_What you will do_
Show every line below where "conductors" can be found.

[Saved entries]
Start of Block

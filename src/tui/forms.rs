//! The forms of the tables a build may leave out: `[operating]`, `[material]` and
//! `[isolation]`. Rows, edits and the notes under each form; every edit goes through
//! `App::edit`, so the engine's validation has the last word. No figure is computed here.

use super::app::{App, Field, FormKind, Overlay, PickItem, PickPurpose, PickValue, Picker};
use super::edit;
use crate::library::materials::{self, GRADES};
use crate::model::{
    Build, Isolation, IsolationClass, Material, Operating, ResetSide, Role, Steinmetz,
};

type Rows = Vec<(Field, &'static str, String)>;

/// Starting figures for a new operating point: a 24 V rail giving 5 V, to be edited.
fn starting_operating() -> Operating {
    Operating {
        reset_side: ResetSide::Primary,
        vin_min_v: 20.0,
        vin_max_v: 28.0,
        vout_v: 5.0,
        iout_a: 1.0,
        rectifier_drop_v: 0.5,
        duty_limit: Some(0.45),
        rise_limit_c: None,
        surface_area_cm2: None,
        switch_drop_v: 0.0,
        ambient_c: None,
        switch_rating_v: None,
    }
}

fn grade_material(id: &str, gap_mm: Option<f64>) -> Option<Material> {
    let g = materials::find(id)?;
    Some(Material {
        grade: Some(g.id.to_string()),
        bsat_mt: g.bsat_mt,
        br_mt: g.br_mt,
        mu_i: Some(g.mu_i),
        steinmetz: Some(g.steinmetz),
        gap_mm,
    })
}

fn opt(v: Option<f64>, unit: &str) -> String {
    v.map_or("none".to_string(), |v| format!("{v} {unit}"))
}

/// What the line editor says under a field of these forms.
pub fn hint(f: Field) -> &'static str {
    match f {
        Field::OpDuty => "a fraction between 0 and 1, e.g. 0.45; empty: none",
        Field::OpRise | Field::OpSurface | Field::MatMuI | Field::MatGap => "a number; empty: none",
        Field::IsoVolts | Field::IsoCreepage => "a positive number; empty: none",
        Field::MatSteinmetz => "k alpha beta (P in kW/m3, f in kHz, B in T), e.g. 40 1.4 2.6",
        Field::OpResetTurns => "whole turns; the difference goes to its outermost section",
        _ => "",
    }
}

/// The caution shown with an isolation class that protects against shock.
pub fn isolation_caution(class: IsolationClass) -> Option<&'static str> {
    match class {
        IsolationClass::Functional => None,
        IsolationClass::Basic => Some(
            "Caution: basic isolation is one level of protection against shock. Put tape \
             between the primary and the secondary side (enamel alone is not relied on), \
             keep margins at the flanges for the creepage distance, sleeve the leads that \
             cross a winding, and hipot test every part.",
        ),
        IsolationClass::Reinforced => Some(
            "Caution: mains isolation can kill. Reinforced isolation wants three layers of \
             tape between primary and secondary (any two passing the electric-strength \
             test), margin tape at both flanges for the creepage distance, sleeving on every \
             lead that crosses a winding, and a hipot test of every part.",
        ),
    }
}

/// Said under every isolation form: the plan certifies nothing.
pub const NO_SUBSTITUTE: &str = "This plan is no substitute for the applicable safety \
    standard, local codes and a qualified person's approval.";
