/// AC factors per the spec: the first primary and first secondary under their leakage
/// excitation, every other winding section by section from zero MMF.
#[allow(clippy::too_many_arguments)]
fn ac_figures(
    build: &Build,
    laid: &[Laid],
    temperature_c: f64,
    wires: &[crate::library::wires::ResolvedWire],
    currents: &[WindingCurrent],
    windings: &mut [WindingEval],
    warnings: &mut Vec<Warning>,
    memo: &mut Memo,
) {
    let Some(f_khz) = build.setup.frequency_khz else {
        return;
    };
    let delta_mm = ac::skin_depth_m(rho_ohm_m(temperature_c), f_khz * 1e3) / MM;
    // The wound breadth: the turns lie between the margins, and so does the field.
    let b_w = layout::usable_width_mm(build);
    let p = build.windings.iter().position(|w| w.role == Role::Primary);
    let s = build
        .windings
        .iter()
        .position(|w| w.role == Role::Secondary);

    let mut sums: Vec<AcSums> = currents
        .iter()
        .map(|c| AcSums {
            spectrum: c.waveform.as_ref().map(|wave| {
                let si = memo.spectrum(wave);
                let sp = memo.spectrum_of(si);
                (si, sp.dc, sp.rms_sq)
            }),
            ..AcSums::default()
        })
        .collect();
    // D is found once per layer at the switching frequency; the n-th harmonic's is D sqrt(n).
    let d_of = |k: usize, turns: u32| {
        let conductors = f64::from(turns) * f64::from(build.windings[k].strands.max(1));
        ac::layer_d(conductors, wires[k].bare_mm, b_w, delta_mm)
    };

    if let (Some(p), Some(s)) = (p, s) {
        let bifilar_ps = laid.iter().any(|l| {
            matches!(&l.kind, LaidKind::Winding { winding: Some(a), with: Some(b), .. }
                if (*a == p && *b == s) || (*a == s && *b == p))
        });
        if bifilar_ps {
            sums[p].skip = true;
            sums[s].skip = true;
            warnings.push(Warning {
                at: WarningAt::Winding(p),
                kind: WarningKind::AcBifilarPs {
                    primary: windings[p].name.clone(),
                    secondary: windings[s].name.clone(),
                },
            });
        } else {
            sums[p].paired = true;
            sums[s].paired = true;
            // The primary's current drives the field the other windings sit in: its spectrum
            // (scaled to the RMS used), or a sinusoid of its RMS.
            let primary_drive = match (sums[p].spectrum, currents[p].rms_a) {
                (Some((si, _, rms_sq)), _) if rms_sq > 0.0 => Some((Some(si), rms_sq)),
                (_, Some(i)) if i > 0.0 => Some((None, i * i)),
                _ => None,
            };
            let return_per_turn =
                -f64::from(build.windings[p].turns) / f64::from(build.windings[s].turns.max(1));
            let weight = leakage::pair_weights(p, s, return_per_turn);
            leakage::for_each_slab_by(laid, weight, |slab| {
                let Some((si, li)) = slab.layer else { return };
                let LaidKind::Winding {
                    winding,
                    with,
                    layers,
                    ..
                } = &laid[si].kind
                else {
                    return;
                };
                let layer = &layers[li];
                // A bifilar partner other than P or S carries nothing in this excitation, so
                // the slab's faces are this winding's own MMF.
                for k in [*winding, *with]
                    .into_iter()
                    .flatten()
                    .filter(|&k| k == p || k == s)
                {
                    let length = f64::from(layer.turns) * layer.mlt_mm;
                    sums[k].layer(memo, d_of(k, layer.turns), slab.f_a, slab.f_b, length);
                }
                // Any other winding here sits in the field of P and S: Dowell's layer with
                // the same field on both faces loses `R_layer (F/n_l)^2 D (2 G1 - 4 G2)` per
                // ampere squared of the primary's, summed over its harmonics. A bifilar
                // partner sees a field that runs from F_a to F_b across the layer: its mean
                // square is taken.
                for k in [*winding, *with]
                    .into_iter()
                    .flatten()
                    .filter(|&k| k != p && k != s)
                {
                    let (fa, fb) = (slab.f_a, slab.f_b);
                    let f2 = (fa * fa + fa * fb + fb * fb) / 3.0;
                    if f2 <= 0.0 || layer.turns == 0 {
                        continue;
                    }
                    let d = d_of(k, layer.turns);
                    let (a, b) = match primary_drive {
                        Some((Some(si), _)) => memo.summed_terms(si, d),
                        Some((None, rms_sq)) => {
                            let t = ac::d_terms(d);
                            (t.0 * rms_sq, t.1 * rms_sq)
                        }
                        None => continue,
                    };
                    let n_l = f64::from(layer.turns);
                    let length = f64::from(layer.turns) * layer.mlt_mm;
                    sums[k].proximity += length * f2 / (n_l * n_l) * (2.0 * a - 4.0 * b).max(0.0);
                }
            });
        }
    }
    // Every other winding: each of its sections alone, from zero MMF at the section's face.
    for l in laid {
        let LaidKind::Winding {
            winding,
            with,
            layers,
            ..
        } = &l.kind
        else {
            continue;
        };
        for k in [*winding, *with].into_iter().flatten() {
            if sums[k].paired || sums[k].skip {
                continue;
            }
            let mut f = 0.0;
            for layer in layers {
                let f_b = f + f64::from(layer.turns);
                let length = f64::from(layer.turns) * layer.mlt_mm;
                sums[k].layer(memo, d_of(k, layer.turns), f, f_b, length);
                f = f_b;
            }
        }
    }
    for (w, sum) in windings.iter_mut().zip(&sums) {
        let total = sum.length;
        if sum.skip || total <= 0.0 {
            continue;
        }
        let ac_factor = sum.sine / total;
        let ac_factor_waveform = sum.spectrum.map(|(_, dc, rms_sq)| {
            if rms_sq <= 0.0 {
                1.0
            } else {
                (dc * dc * total + sum.wave) / (rms_sq * total)
            }
        });
        // Per ohm of the winding's DC resistance: its layers' share by length.
        w.proximity_loss_w = (sum.proximity > 0.0).then(|| w.dcr_ohm / total * sum.proximity);
        w.ac = Some(AcFigures {
            skin_depth_mm: delta_mm,
            ac_factor,
            rac_ohm: ac_factor * w.dcr_ohm,
            ac_factor_waveform,
            rac_waveform_ohm: ac_factor_waveform.map(|f| f * w.dcr_ohm),
        });
    }
}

End of Block

_Result below_
        let conductors = f64::from(turns) * f64::from(build.windings[k].strands.max(1));
        ac::layer_d(conductors, wires[k].bare_mm, b_w, delta_mm)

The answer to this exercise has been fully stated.